In a letter to Naledi Pandor, the Minister of International Relations and Cooperation, Cape Town Pride said it had been contacted by concerned members of the community about the “heinous” Promotion Of Proper Human Sexual Rights And Ghanaian Family Values Bill, 2021.

The organisation that hosts the annual event, OUTReach Africa, called on the minister to release a public statement condemning the bill, as per the constitution and values of South Africa.

Pandor was also urged to denounce the bill at the UN level and to appeal to other SADC countries to do the same.

“We, in South Africa, have been afforded the rights and privileges that very few experience in Africa and, as such, we need to stand up and represent our core values as a country,” said Cape Town Pride Festival Director, Matthew Van As.

“If we stay quiet, we condone this behaviour and promote the blatant abuse of basic human rights and the freedom to exist, love and live.”

He added: “We have fought so hard for our rights in South Africa and if we turn a blind eye to what is happening on the rest of the African continent we spit in the faces of those who have given their lives for what we have today.”

The Ghanian bill is one of the most detailed and sweeping attempts in the world to criminalise and oppress all sexual or gender minorities and any consensual relationship that is not heterosexual or monogamous.

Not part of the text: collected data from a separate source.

package spin

import (
	"math"
	"sort"
	"testing"
)

// peak is a line of the whole spectrum (all groups summed).
type peak struct{ hz, inten float64 }

// spectrum sums the shares of all groups at each frequency (within the
// package's 1e-3 Hz resolution) and drops lines weaker than minI.
func spectrum(r *Result, minI float64) []peak {
	ls := append([]Line(nil), r.Lines...)
	sort.Slice(ls, func(i, k int) bool { return ls[i].Hz < ls[k].Hz })
	var ps []peak
	start := 0.0
	for _, l := range ls {
		if n := len(ps); n > 0 && l.Hz-start <= mergeTolHz {
			q := &ps[n-1]
			if q.inten*l.Intensity > 0 {
				q.hz = (q.hz*q.inten + l.Hz*l.Intensity) / (q.inten + l.Intensity)
			}
			q.inten += l.Intensity
			continue
		}
		start = l.Hz
		ps = append(ps, peak{l.Hz, l.Intensity})
	}
	out := ps[:0]
	for _, p := range ps {
		if p.inten > minI {
			out = append(out, p)
		}
	}
	return out
}

// sumTol is the relative tolerance of sum-rule checks (rounding only: the
// intensity of unlisted weak lines is in Result.Dropped).
const sumTol = 1e-6

// total is the intensity of all lines plus the dropped weak ones.
func total(r *Result) float64 {
	s := r.Dropped
	for _, l := range r.Lines {
		s += l.Intensity
	}
	return s
}

func mustSim(t testing.TB, sys System, opt Options) *Result {
	t.Helper()
	r, err := Simulate(sys, opt)
	if err != nil {
		t.Fatalf("Simulate: %v", err)
	}
	return r
}

// comparePeaks checks positions to tolHz and intensities to relI.
func comparePeaks(t *testing.T, got, want []peak, tolHz, relI float64) {
	t.Helper()
	if len(got) != len(want) {
		t.Fatalf("got %d lines %v, want %d %v", len(got), got, len(want), want)
	}
	for i := range want {
		if math.Abs(got[i].hz-want[i].hz) > tolHz {
			t.Errorf("line %d at %.5f Hz, want %.5f", i, got[i].hz, want[i].hz)
		}
		if math.Abs(got[i].inten-want[i].inten) > relI*math.Abs(want[i].inten) {
			t.Errorf("line %d intensity %.6f, want %.6f", i, got[i].inten, want[i].inten)
		}
	}
}

// TestAB checks the AB quartet against its closed form (Pople, Schneider &
// Bernstein 1959, ch. 6; any standard NMR text): lines at ν0 ± D/2 ± J/2 with
// D = √(Δν² + J²); inner lines ∝ 1 + sin2θ, outer ∝ 1 − sin2θ, sin2θ = J/D.
func TestAB(t *testing.T) {
	t.Parallel()
	for _, tc := range []struct {
		name           string
		a, b, j, field float64
	}{
		{"close", 5.80, 5.75, 17, 400},
		{"medium", 7.20, 6.90, 8, 60},
		{"negative J", 3.10, 3.00, -14, 100},
		{"far", 7.0, 2.0, 7, 600},
	} {
		t.Run(tc.name, func(t *testing.T) {
			sys := System{
				Groups:    []Group{{Name: "a", ShiftPPM: tc.a, Count: 1}, {Name: "b", ShiftPPM: tc.b, Count: 1}},
				Couplings: []Coupling{{0, 1, tc.j}},
			}
			r := mustSim(t, sys, Options{FieldMHz: tc.field, Mode: Exact})
			nu0 := (tc.a + tc.b) / 2 * tc.field
			dnu := (tc.a - tc.b) * tc.field
			j := math.Abs(tc.j)
			d := math.Hypot(dnu, j)
			s := j / d
			want := []peak{
				{nu0 - (d+j)/2, (1 - s) / 2}, {nu0 - (d-j)/2, (1 + s) / 2},
				{nu0 + (d-j)/2, (1 + s) / 2}, {nu0 + (d+j)/2, (1 - s) / 2},
			}
			comparePeaks(t, spectrum(r, 1e-9), want, 0.01, 0.01)
			// Sum rule: total intensity = number of spins (physical law of
			// the normalisation, Tr(F+F−)).
			if got := total(r); math.Abs(got-2) > sumTol*2 {
				t.Errorf("total intensity %v, want 2", got)
			}
		})
	}
}

// TestAB2 checks the AB2 (A2B) pattern against the classic analysis rules
// (Pople, Schneider & Bernstein 1959; H. Günther, NMR Spectroscopy, ch. on
// AB2 systems; rules from memory): numbering the eight main lines from the A
// side, νA = ν3, νB = (ν5 + ν7)/2 and J = (ν1 − ν4 + ν6 − ν8)/3. The ninth,
// combination line is the weakest and is dropped before numbering.
func TestAB2(t *testing.T) {
	t.Parallel()
	const field, j = 100.0, 10.0
	for _, ratio := range []float64{1.5, 3, 8} {
		nuA, nuB := 200+ratio*j, 200.0
		sys := System{
			Groups:    []Group{{Name: "A", ShiftPPM: nuA / field, Count: 1}, {Name: "B", ShiftPPM: nuB / field, Count: 2}},
			Couplings: []Coupling{{0, 1, j}},
		}
		r := mustSim(t, sys, Options{FieldMHz: field, Mode: Exact})
		ps := spectrum(r, 1e-9)
		if len(ps) == 9 {
			weak := 0
			for i := range ps {
				if ps[i].inten < ps[weak].inten {
					weak = i
				}
			}
			ps = append(ps[:weak], ps[weak+1:]...)
		}
		if len(ps) != 8 {
			t.Fatalf("Δν/J=%v: %d lines %v, want 8 (+1 combination)", ratio, len(ps), ps)
		}
		nu := func(k int) float64 { return ps[8-k].hz } // 1 = highest frequency
		if got := nu(3); math.Abs(got-nuA) > 0.01 {
			t.Errorf("Δν/J=%v: ν3 = %.4f, want νA = %.4f", ratio, got, nuA)
		}
		if got := (nu(5) + nu(7)) / 2; math.Abs(got-nuB) > 0.01 {
			t.Errorf("Δν/J=%v: (ν5+ν7)/2 = %.4f, want νB = %.4f", ratio, got, nuB)
		}
		if got := (nu(1) - nu(4) + nu(6) - nu(8)) / 3; math.Abs(got-j) > 0.01 {
			t.Errorf("Δν/J=%v: (ν1−ν4+ν6−ν8)/3 = %.4f, want J = %v", ratio, got, j)
		}
		if got := total(r); math.Abs(got-3) > sumTol*3 {
			t.Errorf("Δν/J=%v: total %v, want 3 (sum rule)", ratio, got)
		}
	}
}

// abxParams returns the closed-form quantities of the ABX analysis
// (Pople, Schneider & Bernstein 1959, ch. 6; any standard NMR text; formulas
// from memory): Δ± = (νA − νB) ± (JAX − JBX)/2, D± = √(Δ±² + JAB²),
// sin 2θ± = JAB/D±, cos 2θ± = Δ±/D±.
func abxParams(nuA, nuB, jab, jax, jbx float64) (dp, dm, thp, thm float64) {
	deltaP := nuA - nuB + (jax-jbx)/2
	deltaM := nuA - nuB - (jax-jbx)/2
	dp, dm = math.Hypot(deltaP, jab), math.Hypot(deltaM, jab)
	thp, thm = math.Atan2(jab, deltaP)/2, math.Atan2(jab, deltaM)/2
	return
}

// TestABXPart checks the AB part of an ABX system against the closed form:
// two AB quartets, one per X spin state, centred at ν̄AB ± (JAX + JBX)/4 with
// effective separations D±; each carries half the AB intensity. X is 19F, so
// the X approximation the closed form rests on holds exactly.
func TestABXPart(t *testing.T) {
	t.Parallel()
	const field = 300.0
	nuA, nuB := 2.10*field, 2.00*field
	jab, jax, jbx := 12.0, 8.0, 3.0
	sys := System{
		Groups: []Group{
			{Name: "A", ShiftPPM: nuA / field, Count: 1}, {Name: "B", ShiftPPM: nuB / field, Count: 1},
			{Name: "X", ShiftPPM: -120, Count: 1, Nucleus: "19F"},
		},
		Couplings: []Coupling{{0, 1, jab}, {0, 2, jax}, {1, 2, jbx}},
	}
	dp, dm, _, _ := abxParams(nuA, nuB, jab, jax, jbx)
	var want []peak
	for _, q := range []struct{ sign, d float64 }{{+1, dp}, {-1, dm}} {
		c := (nuA+nuB)/2 + q.sign*(jax+jbx)/4
		s := jab / q.d
		want = append(want,
			peak{c - (q.d+jab)/2, (1 - s) / 4}, peak{c - (q.d-jab)/2, (1 + s) / 4},
			peak{c + (q.d-jab)/2, (1 + s) / 4}, peak{c + (q.d+jab)/2, (1 - s) / 4})
	}
	sort.Slice(want, func(i, k int) bool { return want[i].hz < want[k].hz })
	for _, mode := range []Mode{Exact, Auto} {
		r := mustSim(t, sys, Options{FieldMHz: field, Mode: mode})
		comparePeaks(t, spectrum(r, 1e-9), want, 0.01, 0.01)
	}
}

// TestABXXPart checks the X part of an ABX system (X a distant 1H, simulated
// in the full three-spin basis) against the closed form: six lines
// νX ± (JAX + JBX)/2 (¼ each), νX ± (D+ − D−)/2 (cos²(θ+ − θ−)/4 each) and
// the combination lines νX ± (D+ + D−)/2 (sin²(θ+ − θ−)/4 each).
func TestABXXPart(t *testing.T) {
	t.Parallel()
	const field = 300.0
	nuA, nuB, nuX := 2.10*field, 2.04*field, 2000.0*field // X far away: X limit
	jab, jax, jbx := 15.0, 9.0, 2.0
	sys := System{
		Groups: []Group{
			{Name: "A", ShiftPPM: nuA / field, Count: 1}, {Name: "B", ShiftPPM: nuB / field, Count: 1},
			{Name: "X", ShiftPPM: nuX / field, Count: 1},
		},
		Couplings: []Coupling{{0, 1, jab}, {0, 2, jax}, {1, 2, jbx}},
	}
	r := mustSim(t, sys, Options{FieldMHz: field, Mode: Exact})
	var got []peak
	for _, p := range spectrum(r, 1e-9) {
		if p.hz > nuX-1000 {
			got = append(got, p)
		}
	}
	dp, dm, thp, thm := abxParams(nuA, nuB, jab, jax, jbx)
	c2 := math.Pow(math.Cos(thp-thm), 2) / 4
	s2 := math.Pow(math.Sin(thp-thm), 2) / 4
	want := []peak{
		{nuX - (dp+dm)/2, s2}, {nuX - (jax+jbx)/2, 0.25}, {nuX - (dp-dm)/2, c2},
		{nuX + (dp-dm)/2, c2}, {nuX + (jax+jbx)/2, 0.25}, {nuX + (dp+dm)/2, s2},
	}
	sort.Slice(want, func(i, k int) bool { return want[i].hz < want[k].hz })
	comparePeaks(t, got, want, 0.01, 0.01)
}

// TestAABB checks the AA'BB' pattern of a para-disubstituted benzene
// (Pople, Schneider & Bernstein 1959, AA'BB' analysis; typical J: ortho
// 8.5, meta 2.0, para 0.3 Hz, common practice): the spectrum is symmetric
// about (νA+νB)/2, each half has at most 12 lines, and it is not the two
// first-order doublets: more than 2 lines per half carry intensity, and the
// lines are roofed towards the centre.
func TestAABB(t *testing.T) {
	t.Parallel()
	const field = 400.0
	nuA, nuB := 7.30*field, 7.10*field // Δν = 80 Hz, Δν/J ≈ 9.4
	sys := System{
		Groups: []Group{{Name: "A", ShiftPPM: nuA / field, Count: 1}, {Name: "A'", ShiftPPM: nuA / field, Count: 1},
			{Name: "B", ShiftPPM: nuB / field, Count: 1}, {Name: "B'", ShiftPPM: nuB / field, Count: 1}},
		Couplings: []Coupling{{0, 2, 8.5}, {1, 3, 8.5}, {0, 3, 0.3}, {1, 2, 0.3}, {0, 1, 2.0}, {2, 3, 2.0}},
	}
	ps := spectrum(mustSim(t, sys, Options{FieldMHz: field, Mode: Auto}), 1e-4)
	mid := (nuA + nuB) / 2
	var hi, lo []peak
	for _, p := range ps {
		if p.hz > mid {
			hi = append(hi, p)
		} else {
			lo = append(lo, p)
		}
	}
	if len(hi) != len(lo) || len(hi) > 12 || len(hi) <= 2 {
		t.Fatalf("halves have %d and %d lines, want equal, 3…12", len(hi), len(lo))
	}
	for i := range hi {
		m := lo[len(lo)-1-i]
		if math.Abs((hi[i].hz-mid)-(mid-m.hz)) > 0.01 || math.Abs(hi[i].inten-m.inten) > 0.01*hi[i].inten {
			t.Errorf("line %v has mirror %v, want symmetric about %.2f", hi[i], m, mid)
		}
	}
	var a, wHi, wLo float64 // a: intensity-weighted distance of the A half from the centre
	for _, p := range hi {
		a += p.inten * (p.hz - mid)
		wHi += p.inten
	}
	for _, p := range lo {
		wLo += p.inten
	}
	if math.Abs(wHi-2) > 0.01 || math.Abs(wLo-2) > 0.01 {
		t.Errorf("half intensities %.4f and %.4f, want 2 each", wHi, wLo)
	}
	// Roofing: each half's inner lines are stronger, so the intensity
	// centre lies inside the shift (common practice, no source).
	if a/wHi >= nuA-mid {
		t.Errorf("A half centred %.3f Hz from the middle, want < %.1f (roofing)", a/wHi, nuA-mid)
	}
	t.Logf("AA'BB' at %g MHz: %d lines per half", field, len(hi))
}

It applies to anyone who is lesbian; gay; bisexual; transgender; transsexual; asexual; queer; an ally; pansexual; questioning; intersex; or non-binary and equates them to paedophilia and bestiality.

It proposes jailing LGBTIQ+ people who engage in any form of sex for up five years. The bill makes it illegal to fund or form an LGBTIQ+ organisation or advocate for LGBTIQ+ rights in any way, even on social media, with up to ten years in prison.

The bill outlaws gay adoption and same-sex marriage, as well as banning any transgender person from getting married. In another noxious clause, it states that LGBTIQ+ people or activities must be reported to the police within seven days.

Last month, Ghana’s Speaker of Parliament, Alban Bagbin, asserted that the “Parliament of Ghana will pass this bill” and warned that the struggle for LGBTIQ+ equality is an evil “pandemic” that’s worse than Covid-19.

Same-sex sex acts are already illegal under the country’s colonial-era Criminal Offences Act, falling under the broad term of “unnatural carnal knowledge”.